Re: dcache_readdir NULL inode oops

From: Jan Glauber
Date: Wed Nov 21 2018 - 08:19:13 EST


On Tue, Nov 20, 2018 at 07:03:17PM +0000, Will Deacon wrote:
> On Tue, Nov 20, 2018 at 06:28:54PM +0000, Will Deacon wrote:
> > On Sat, Nov 10, 2018 at 11:17:03AM +0000, Jan Glauber wrote:
> > > On Fri, Nov 09, 2018 at 03:58:56PM +0000, Will Deacon wrote:
> > > > On Fri, Nov 09, 2018 at 02:37:51PM +0000, Jan Glauber wrote:
> > > > > I'm seeing the following oops reproducible with upstream kernel on arm64
> > > > > (ThunderX2):
> > > >
> > > > [...]
> > > >
> > > > > It happens after 1-3 hours of running 'stress-ng --dev 128'. This testcase
> > > > > does a scandir of /dev and then calls random stuff like ioctl, lseek,
> > > > > open/close etc. on the entries. I assume no files are deleted under /dev
> > > > > during the testcase.
> > > > >
> > > > > The NULL pointer is the inode pointer of next. The next dentry->d_flags is
> > > > > DCACHE_RCUACCESS when this happens.
> > > > >
> > > > > Any hints on how to further debug this?
> > > >
> > > > Can you reproduce the issue with vanilla -rc1 and do you have a "known good"
> > > > kernel?
> > >
> > > I can try out -rc1, but IIRC this wasn't bisectible as the bug was present at
> > > least back to 4.14. I need to double check that as there were other issues
> > > that are resolved now so I may confuse things here. I've defintely seen
> > > the same bug with 4.18.
> > >
> > > Unfortunately I lost access to the machine as our data center seems to be
> > > moving currently so it might take some days until I can try -rc1.
> >
> > Ok, I've just managed to reproduce this in a KVM guest running v4.20-rc3 on
> > both the host and the guest, so if anybody has any ideas of things to try then
> > I'm happy to give them a shot.

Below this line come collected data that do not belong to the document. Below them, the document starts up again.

//! Built-in scenarios, compiled into the binary from `presets/*.toml`.

use crate::error::InputError;

/// Name of the preset that `lagfold demo` runs.
pub const DEFAULT: &str = "monthly-steady";

/// `(name, TOML text)` of every built-in preset.
pub const ALL: &[(&str, &str)] = &[
    ("monthly-steady", include_str!("../../presets/monthly-steady.toml")),
    ("weekly-hump", include_str!("../../presets/weekly-hump.toml")),
    ("daily-slow-burn", include_str!("../../presets/daily-slow-burn.toml")),
    ("monthly-regimes", include_str!("../../presets/monthly-regimes.toml")),
    ("weekly-reversal", include_str!("../../presets/weekly-reversal.toml")),
];

/// The TOML text of a preset.
///
/// # Errors
/// [`InputError::UnknownPreset`] listing the known names.
pub fn text(name: &str) -> Result<&'static str, InputError> {
    ALL.iter().find(|(n, _)| *n == name).map(|(_, t)| *t).ok_or_else(|| InputError::UnknownPreset {
        name: name.to_string(),
        known: ALL.iter().map(|(n, _)| *n).collect::<Vec<_>>().join(", "),
    })
}
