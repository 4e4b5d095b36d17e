//! A study's running record: everything its results need, folded path by
//! path into exactly mergeable accumulators ([`crate::tally`]), so memory does
//! not grow with the paths and a study split into shards merges back to the
//! very bytes of one run.

use super::PathOutcome;
use crate::measure::fit::Family;
use crate::rule::{PerRule, Rule};
use crate::simulate::Setup;
use crate::tally::{ExactSums, Histogram};
use serde::{Deserialize, Serialize};

/// One rule's choices: how often each was made and the measured value at it.
#[derive(Debug, Clone, PartialEq, Eq, Serialize, Deserialize)]
pub struct ChoiceTally {
    /// Paths choosing each value (index 0 = 1).
    pub counts: Vec<u64>,
    /// The path's own estimate at its choice, per choice.
    pub measured: Vec<ExactSums>,
}

impl ChoiceTally {
    /// No choices yet among `l`.
    pub fn new(l: usize) -> Self {
        Self { counts: vec![0; l], measured: vec![ExactSums::default(); l] }
    }

    /// One path chose `n` (1-based) and measured `value` there.
    pub fn push(&mut self, n: usize, value: f64) {
        self.counts[n - 1] += 1;
        self.measured[n - 1].push(value);
    }

    /// Adds another part's choices.
    pub fn merge(&mut self, o: &Self) {
        self.counts.iter_mut().zip(&o.counts).for_each(|(a, b)| *a += b);
        self.measured.iter_mut().zip(&o.measured).for_each(|(a, b)| a.merge(b));
    }

    /// Paths counted.
    pub fn paths(&self) -> u64 {
        self.counts.iter().sum()
    }
}

/// A measured curve across paths: exact sums and a histogram per point.
#[derive(Debug, Clone, PartialEq, Eq, Serialize, Deserialize)]
pub struct CurveTally {
    /// Sums per point (index 0 = lag, horizon or holding 1).
    pub sums: Vec<ExactSums>,
    /// Histogram per point, for the quantile bands.
    pub bands: Vec<Histogram>,
}

impl CurveTally {
    /// An empty curve of `l` points.
    pub fn new(l: usize) -> Self {
        Self { sums: vec![ExactSums::default(); l], bands: vec![Histogram::default(); l] }
    }

    /// One path's curve.
    pub fn push(&mut self, curve: impl IntoIterator<Item = f64>) {
        for ((s, b), v) in self.sums.iter_mut().zip(&mut self.bands).zip(curve) {
            s.push(v);
            b.push(v);
        }
    }

    /// Adds another part's curves.
    pub fn merge(&mut self, o: &Self) {
        self.sums.iter_mut().zip(&o.sums).for_each(|(a, b)| a.merge(b));
        self.bands.iter_mut().zip(&o.bands).for_each(|(a, b)| a.merge(b));
    }
}

/// The net-IR rule and its curve at one cost.
#[derive(Debug, Clone, PartialEq, Serialize, Deserialize)]
pub struct NetTally {
    /// One-way cost, basis points.
    pub cost_bps: f64,
    /// Each path's best holding length by its own net IR.
    pub choice: ChoiceTally,
    /// Each path's net IR per holding length.
    pub curve: CurveTally,
}

/// Everything a study's results need, path by path.
#[derive(Debug, Clone, PartialEq, Serialize, Deserialize)]
pub struct StudyTally {
    /// Paths folded in.
    pub paths: u64,
    /// Each horizon rule's choices.
    pub rules: PerRule<ChoiceTally>,
    /// Paired differences of relative regret, in [`Rule::HORIZON`] pair order.
    pub pairs: Vec<ExactSums>,
    /// How often the fitted rule chose each family ([`Family::ALL`] order).
    pub families: Vec<u64>,
    /// Mean lagged IC.
    pub lagged: CurveTally,
    /// Mean horizon IC.
    pub horizon: CurveTally,
    /// Mean rank lagged IC (when measured).
    pub rank_lagged: Option<CurveTally>,
    /// The net-IR rule per cost (empty without books).
    pub net: Vec<NetTally>,
}

/// The pairs of horizon rules compared path by path.
pub fn rule_pairs() -> Vec<(Rule, Rule)> {
    let h = Rule::HORIZON;
    (0..h.len()).flat_map(|i| h[i + 1..].iter().map(move |&b| (h[i], b))).collect()
}

impl StudyTally {
    /// An empty record for `setup`'s scenario; `costs_bps` lists the one-way
    /// costs at which the net-IR rule is followed (none without books).
    pub fn new(setup: &Setup, costs_bps: &[f64]) -> Self {
        let s = &setup.scenario;
        let l = s.horizons;
        Self {
            paths: 0,
            rules: PerRule::from_fn(|_| ChoiceTally::new(l)),
            pairs: vec![ExactSums::default(); rule_pairs().len()],
            families: vec![0; Family::ALL.len()],
            lagged: CurveTally::new(l),
            horizon: CurveTally::new(l),
            rank_lagged: s.rank_ic.then(|| CurveTally::new(l)),
            net: costs_bps
                .iter()
                .map(|&cost_bps| NetTally { cost_bps, choice: ChoiceTally::new(l), curve: CurveTally::new(l) })
                .collect(),
        }
    }

    /// Folds in one path's outcome.
    pub fn push(&mut self, setup: &Setup, o: &PathOutcome) {
        self.paths += 1;
        let t = &setup.truth;
        let v_best = t.horizon_ic[t.best_horizon - 1];
        let rel = |r: Rule| (v_best - t.horizon_ic[o.choices.horizon[r] - 1]) / v_best;
        for r in Rule::HORIZON {
            let n = o.choices.horizon[r];
            self.rules[r].push(n, o.horizon[n - 1]);
        }
        for (sums, (a, b)) in self.pairs.iter_mut().zip(rule_pairs()) {
            sums.push(rel(a) - rel(b));
        }
        let family = Family::ALL.iter().position(|&f| f == o.choices.family).expect("a known family");
        self.families[family] += 1;
        self.lagged.push(o.lagged.iter().copied());
        self.horizon.push(o.horizon.iter().copied());
        if let (Some(tally), Some(r)) = (&mut self.rank_lagged, &o.rank_lagged) {
            tally.push(r.iter().copied());
        }
        let ppy = setup.scenario.periods_per_year;
        for net in &mut self.net {
            let c = net.cost_bps * 1e-4;
            let ir: Vec<f64> = o.books.iter().map(|b| b.ir(c, ppy)).collect();
            let n = crate::stats::argmax1(&ir);
            net.choice.push(n, ir[n - 1]);
            net.curve.push(ir);
        }
    }

    /// Whether the tally is whole and shaped for `l` lags and horizons (a
    /// part read from a file may not be): every per-choice and per-point
    /// vector of length `l`, each rule's counts adding up to the paths.
    pub fn fits(&self, l: usize) -> bool {
        let choice = |c: &ChoiceTally| c.counts.len() == l && c.measured.len() == l && c.paths() == self.paths;
        let curve = |c: &CurveTally| c.sums.len() == l && c.bands.len() == l && c.bands.iter().all(Histogram::is_valid);
        Rule::HORIZON.iter().all(|&r| choice(&self.rules[r]))
            && self.pairs.len() == rule_pairs().len()
            && self.families.len() == Family::ALL.len()
            && curve(&self.lagged)
            && curve(&self.horizon)
            && self.rank_lagged.as_ref().is_none_or(curve)
            && self.net.iter().all(|n| choice(&n.choice) && curve(&n.curve))
    }

    /// Adds another part's paths.
    pub fn merge(&mut self, o: &Self) {
        self.paths += o.paths;
        Rule::HORIZON.iter().for_each(|&r| self.rules[r].merge(&o.rules[r]));
        self.pairs.iter_mut().zip(&o.pairs).for_each(|(a, b)| a.merge(b));
        self.families.iter_mut().zip(&o.families).for_each(|(a, b)| *a += b);
        self.lagged.merge(&o.lagged);
        self.horizon.merge(&o.horizon);
        if let (Some(a), Some(b)) = (&mut self.rank_lagged, &o.rank_lagged) {
            a.merge(b);
        }
        self.net.iter_mut().zip(&o.net).for_each(|(a, b)| {
            a.choice.merge(&b.choice);
            a.curve.merge(&b.curve);
        });
    }
}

In the meantime, I'll try again with a bunch of
> > debug checks enabled.

Hi Will,

good that you can reproduce the issue. I've verified that the issue is
indeed reproducible with 4.14.

>
> Weee, I eventually hit a use-after-free from KASAN. See below.

I ran KASAN (and all the other debug stuff) but didn't trigger anything
in the host.

--Jan